Haven't really done anything yet. Just some book-keeping to figure out which **keys** go with which **rows**. Keys are the things we've grouped by (each `beer_style` in this case).

The last two steps, apply and combine, are just:

In [None]:
gr.agg('mean')

This says apply the `mean` function to each column. Non-numeric columns (nusiance columns) are excluded. We can also select a subset of columns to perform the aggregation on.

In [None]:
gr[review_cols].agg('mean')

`.` attribute lookup works as well.

In [None]:
gr.abv.agg('mean')

Certain operations are attached directly to the `GroupBy` object, letting you bypass the `.agg` part

In [None]:
gr.abv.mean()

Exercise: Find the `beer_style`s with the greatest variance in `abv`.
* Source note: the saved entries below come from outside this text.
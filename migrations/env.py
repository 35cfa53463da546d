"""Alembic environment.

The application passes its own connection in ``config.attributes["connection"]``
(see :func:`gravicat.store.db.upgrade`); developers running the ``alembic`` command
use the URL in alembic.ini or ``-x url=...``.
"""

from alembic import context
from sqlalchemy import create_engine

from gravicat.store.models import Base

config = context.config
target_metadata = Base.metadata


def _configure(**kwargs):
    context.configure(target_metadata=target_metadata, render_as_batch=True, compare_type=True, **kwargs)


def run_offline() -> None:
    _configure(url=context.get_x_argument(as_dictionary=True).get("url") or config.get_main_option("sqlalchemy.url"),
               literal_binds=True)
    with context.begin_transaction():
        context.run_migrations()


def run_online() -> None:
    connection = config.attributes.get("connection")
    if connection is not None:
        _configure(connection=connection)
        with context.begin_transaction():
            context.run_migrations()
        return
    url = context.get_x_argument(as_dictionary=True).get("url") or config.get_main_option("sqlalchemy.url")
    engine = create_engine(url)
    with engine.begin() as conn:
        _configure(connection=conn)
        with context.begin_transaction():
            context.run_migrations()


if context.is_offline_mode():
    run_offline()
else:
    run_online()
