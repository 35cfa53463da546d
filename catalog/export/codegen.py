"""What every code exporter shares: options, provenance, and the prepared expressions.

The exporter plugins (``latex``, ``python``, ``c``) only print; this module
does the rest, so every target says the same thing about where a file came
from and refuses the same things:

* :func:`~gravicat.format.assign.parse_assignments` (re-exported here) reads ``NAME=EXPR,NAME=EXPR``
  option text (``--set M=1,a=0.9``, ``--from r=10,theta=pi/2``) through the whitelist parser;
* :func:`fixed_parameters` turns the ``params`` of an export context into exact
  values, checked against the declared assumptions and ranges;
* :class:`Provenance` is the header of every generated file (entry, chart,
  revision, verification status, date) and :meth:`Provenance.require_verified`
  refuses an unverified or failed revision unless the context allows it;
* :func:`prepare` builds the chart with the fixed parameters substituted, and
  :func:`numeric_parts` gives what numeric code needs: the metric, its first
  derivatives (symbolic, by differentiation only), and a closed-form inverse
  when the metric splits into blocks of size one or two (else the generated
  code inverts numerically), with :func:`cse` to share subexpressions.

The export context every exporter receives is a :class:`gravicat.checks.ExportContext` (frozen;
fields: revision, checks, status, chart, params, allow_unverified, date, source, christoffel,
budget; documented there). A mapping with those keys is still accepted (:meth:`ExportContext.coerce`).
Catalogue text reaches generated code only through :mod:`gravicat.export.escape`.

Imports stay light at module level: sympy is imported inside the functions.
"""

from __future__ import annotations

import datetime as _dt
from collections.abc import Mapping
from dataclasses import dataclass, field
from typing import Any

from gravicat.checks import ExportContext
from gravicat.errors import CatalogError, CheckFailed, InputError
from gravicat.export.numeric import (  # noqa: F401  (re-exported: the exporters import them from here)
    NumericParts,
    cse,
    identifiers,
    numeric_parts,
    regularise,
    relation_margin,
    used_symbols,
    wrap,
)
from gravicat.export.parameters import (  # noqa: F401  (re-exported)
    check_parameter_values,
    fixed_parameters,
    numeric_parameters,
)

# The NAME=VALUE parser lives in the format room (one parser for every command); these names stay
# importable from here for older callers.
from gravicat.format.assign import parse_assignments, real_number, split_assignments  # noqa: F401
from gravicat.format.charts import Layered, layered_chart  # noqa: F401  (the one chart builder)

#: statuses under which a revision may be exported without ``allow_unverified``
ACCEPTED = ("pass", "skipped", "inconclusive")
DEFAULT_BUDGET = 60.0


def conventions(n: int) -> str:
    """The conventions line of a header for an ``n``-dimensional chart: Lorentzian, mostly plus
    (one minus sign and n - 1 plus signs, what the ``signature`` verifier checks), G = c = 1."""
    return f"signature ({','.join(['-'] + ['+'] * (n - 1))}), G = c = 1"


# --------------------------------------------------------------------------- provenance


def _worst(statuses) -> str:
    from gravicat.checks import worst

    statuses = list(statuses)
    return worst(statuses).value if statuses else "unverified"


@dataclass
class Provenance:
    """Where a generated file comes from; :meth:`lines` is its header (comment syntax added by the target)."""

    entry: str
    title: str
    chart: str
    revision: str
    status: str  # pass | skipped | inconclusive | fail | error | unverified (whole revision)
    chart_status: str  # the same, over this chart's checks only
    counts: dict[str, int]
    problems: list[str]  # "chart/check: status" for every check that did not pass or skip
    date: str
    generator: str
    allowed_unverified: bool = False
    source: str | None = None
    extra: list[str] = field(default_factory=list)

    @property
    def verified(self) -> bool:
        return self.status in ACCEPTED

    @property
    def status_text(self) -> str:
        if self.status == "unverified":
            return "unverified (no checks stored for this revision)"
        n = sum(self.counts.values())
        counts = ", ".join(f"{v} {k}" for k, v in sorted(self.counts.items()))
        return f"{self.status} ({n} stored checks: {counts}; this chart: {self.chart_status})"

    def require_verified(self) -> None:
        """Refuse a failed or unverified revision unless the context allowed it."""
        if self.verified or self.allowed_unverified:
            return
        where = f"{self.entry}@{self.revision[:12]}"
        if self.status == "unverified":
            raise InputError(where, None, "no checks have been run on this revision; run 'gravicat verify "
                                          f"{self.entry}' first, or pass --allow-unverified to export anyway")
        shown = ", ".join(self.problems[:3]) + (", ..." if len(self.problems) > 3 else "")
        raise CheckFailed(f"{where}: this revision {'failed' if self.status == 'fail' else 'has errors in'} its "
                          f"checks ({shown}); pass --allow-unverified to export anyway")

    def lines(self) -> list[str]:
        out = [
            f"gravicat export of {self.title} ({self.entry}), chart {self.chart}",
            f"revision:  {self.revision}",
            f"status:    {self.status_text}",
            f"date:      {self.date}",
            f"generator: {self.generator}",
        ]
        if self.source:
            out.append(f"source:    {self.source}")
        out.extend(self.extra)
        if not self.verified:
            what = ("was never verified" if self.status == "unverified"
                    else f"did not pass its checks ({', '.join(self.problems[:5])})")
            out.append(f"WARNING: exported with --allow-unverified: this revision {what}; do not rely on it.")
        return out


def provenance(document, context: ExportContext | Mapping[str, Any], exporter, chart: str) -> Provenance:
    """The header data of an export (raises nothing; call :meth:`Provenance.require_verified`)."""
    from gravicat import __version__

    context = ExportContext.coerce(context)
    checks = list(context.checks)
    status = context.status or _worst(c["status"] for c in checks)
    chart_checks = [c["status"] for c in checks if c.get("chart") in (None, chart)]
    counts: dict[str, int] = {}
    for c in checks:
        counts[c["status"]] = counts.get(c["status"], 0) + 1
    problems = [f"{c.get('chart', '?')}/{c['check']}: {c['status']}" for c in checks
                if c["status"] not in ("pass", "skipped")]
    date = context.date or _dt.datetime.now(_dt.UTC).date().isoformat()
    return Provenance(
        entry=document.id, title=document.title, chart=chart, revision=context.revision,
        status=status, chart_status=_worst(chart_checks) if checks else "unverified", counts=counts,
        problems=problems, date=str(date), generator=f"gravicat {__version__}, exporter {exporter.name} "
                                                      f"{exporter.version}",
        allowed_unverified=bool(context.allow_unverified), source=context.source,
    )


# --------------------------------------------------------------------------- prepared chart


@dataclass
class Prepared:
    """One chart ready for printing: fixed parameters substituted."""

    doc: Any
    spec: Any  # the ChartSpec as built (nothing substituted)
    layered: Layered  # definitions kept as symbols, fixed parameters substituted
    chart: str
    coords: tuple  # sympy Symbols
    free: tuple  # parameters left symbolic, in file order
    fixed: dict  # parameter symbol -> exact value
    metric: Any  # ImmutableMatrix, definitions expanded, fixed values substituted
    domain: tuple  # relations with the fixed values substituted (trivially true ones dropped)
    domain_text: tuple[str, ...]  # the domain strings of the file (for display)
    provenance: Provenance

    @property
    def n(self) -> int:
        return len(self.coords)

    def parameter_lines(self) -> list[str]:
        """One header line per parameter: symbolic with its range and default, or its fixed value."""
        out = []
        for name, p in self.doc.data["parameters"].items():
            sym = next(s for s in self.spec.params if str(s) == name)
            if sym in self.fixed:
                out.append(f"  {name} = {self.fixed[sym]} (fixed at export)")
            else:
                bits = [p["range"]] if p.get("range") else []
                if "default" in p:
                    bits.append(f"default {p['default']}")
                out.append(f"  {name}: runtime parameter" + (f" ({'; '.join(bits)})" if bits else ""))
        return out

    def header_lines(self) -> list[str]:
        lines = self.provenance.lines()
        lines.append(f"coordinates: {', '.join(str(c) for c in self.coords)}")
        lines.append("parameters:" + ("" if self.doc.data["parameters"] else " none"))
        lines.extend(self.parameter_lines())
        lines.append(f"domain:    {'; '.join(self.domain_text) or 'the whole chart'}")
        lines.append(f"conventions: {conventions(self.n)}")
        return lines


def chart_name(document, chart: str | ExportContext | Mapping[str, Any] | None) -> str:
    """The chart to use: ``chart`` (a name, or the ``chart`` of a context), else the first chart."""
    from gravicat.errors import NotFound

    if isinstance(chart, ExportContext):
        chart = chart.chart
    elif isinstance(chart, Mapping):
        chart = chart.get("chart")
    chart = chart or document.chart_names[0]
    if chart not in document.chart_names:
        raise NotFound(f"{document.id}: no chart '{chart}' (charts: {', '.join(document.chart_names)})")
    return chart


def prepare(document, context: ExportContext | Mapping[str, Any], exporter, *, numeric: bool) -> Prepared:
    """Build the chart, check the status, substitute the fixed parameters.

    ``numeric`` targets refuse charts with arbitrary functions (their values are not known).
    A domain relation that the fixed values make true is dropped; one they make false is refused.
    """
    import sympy

    from gravicat.format.metricfile import build_chart

    context = ExportContext.coerce(context)
    chart = chart_name(document, context.chart)
    prov = provenance(document, context, exporter, chart)
    prov.require_verified()
    spec = build_chart(document, chart)
    if numeric and spec.functions:
        names = ", ".join(str(f) for f in spec.functions)
        raise InputError(document.source, f"charts.{chart}.functions",
                         f"the metric depends on the arbitrary function(s) {names}, whose values numeric code "
                         f"cannot know; export to latex or json instead")
    fixed = fixed_parameters(document, spec, context.params)
    free = tuple(p for p in spec.params if p not in fixed)
    metric = spec.metric.xreplace(fixed) if fixed else spec.metric
    domain = []
    for spec_rel in spec.domain:
        rel = spec_rel.xreplace(fixed) if fixed else spec_rel
        if rel == sympy.true:  # e.g. Lambda*r**2 < 3 at Lambda = -1/100: holds everywhere
            continue
        if rel == sympy.false:
            raise InputError("--set", None, f"with these values the domain relation {sympy.sstr(spec_rel)} of "
                                            f"chart {chart} holds nowhere: the chart is empty")
        if not isinstance(rel, sympy.core.relational.Relational):
            raise InputError("--set", None, f"with these values the domain relation {sympy.sstr(spec_rel)} of "
                                            f"chart {chart} is not an inequality ({sympy.sstr(rel)})")
        domain.append(rel)
    return Prepared(doc=document, spec=spec, layered=layered_chart(document, chart).substituted(fixed), chart=chart,
                    coords=tuple(spec.coords), free=free, fixed=fixed, metric=sympy.ImmutableMatrix(metric),
                    domain=tuple(domain), domain_text=tuple(document.data["charts"][chart]["domain"]),
                    provenance=prov)


# --------------------------------------------------------------------------- Christoffel symbols (symbolic)


def christoffel_symbols(spec, budget: float = DEFAULT_BUDGET) -> dict:
    """Nonzero Gamma^a_bc (b <= c) as factored sympy expressions, computed in a child process.

    Uses the shared exact engine (:class:`gravicat.engine.geometry.Geometry`) in a child of
    :mod:`gravicat.engine.fork` with ``budget`` CPU seconds (and a wall-clock backstop). A chart
    whose symbols do not reduce within the budget gives a one-line CatalogError (nothing is printed
    half).
    """
    from gravicat.engine.fork import describe_limit, run_forked

    def work(emit):
        from gravicat.engine.geometry import Geometry

        geo = Geometry(spec)
        gam = geo.christoffel
        out = {}
        for a in range(geo.n):
            for b in range(geo.n):
                for c in range(b, geo.n):
                    v = gam[a][b][c]
                    if not geo.is_zero(v):
                        out[(a, b, c)] = geo.to_sympy(v)
        return out

    where = f"{spec.entry}:{spec.chart}"
    outcome = run_forked(work, cpu_seconds=budget, wall_seconds=2 * budget + 10)
    if outcome.finished:
        return outcome.value
    if outcome.limit == "memory":
        raise CatalogError(f"{where}: the Christoffel symbols did not reduce: {describe_limit(outcome)} "
                           "(setting memory-cap); export without the Christoffel symbols")
    if outcome.limit is not None:
        raise CatalogError(f"{where}: the Christoffel symbols did not reduce within {budget:g} s "
                           f"({describe_limit(outcome, budget, 2 * budget + 10)}); "
                           f"export without the Christoffel symbols (or give a larger budget)")
    if outcome.died:
        raise CatalogError(f"{where}: the Christoffel computation stopped unexpectedly (exit code {outcome.exitcode})")
    raise CatalogError(f"{where}: cannot compute the Christoffel symbols ({outcome.error})")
- hint: `.std` calculates the standard deviation, and is available on `GroupBy` objects like `gr.abv`.
- hint: use `.sort_values` to sort a Series by the values

In [None]:
# your code goes here

In [None]:
%load -r 15:17 solutions/solutions_groupby.py

Now we'll run the gamut on a bunch of grouper / apply combinations.
Keep sight of the target though: split, apply, combine.

- Grouper: Controls the output index
    * 1-D -> `Index`
    * 2+ -> `MultiIndex`
- Subject (Groupee): Controls the output data values
    * 1-D -> `Series` (or DataFrame if multiple aggregations)
    * 2+ -> `DataFrame`
- Aggregation: Controls the output columns
    * 1-D -> `Index` in the colums
    * 2+ -> `MultiIndex` in the columns (Or 1-D Index groupee is 1-d)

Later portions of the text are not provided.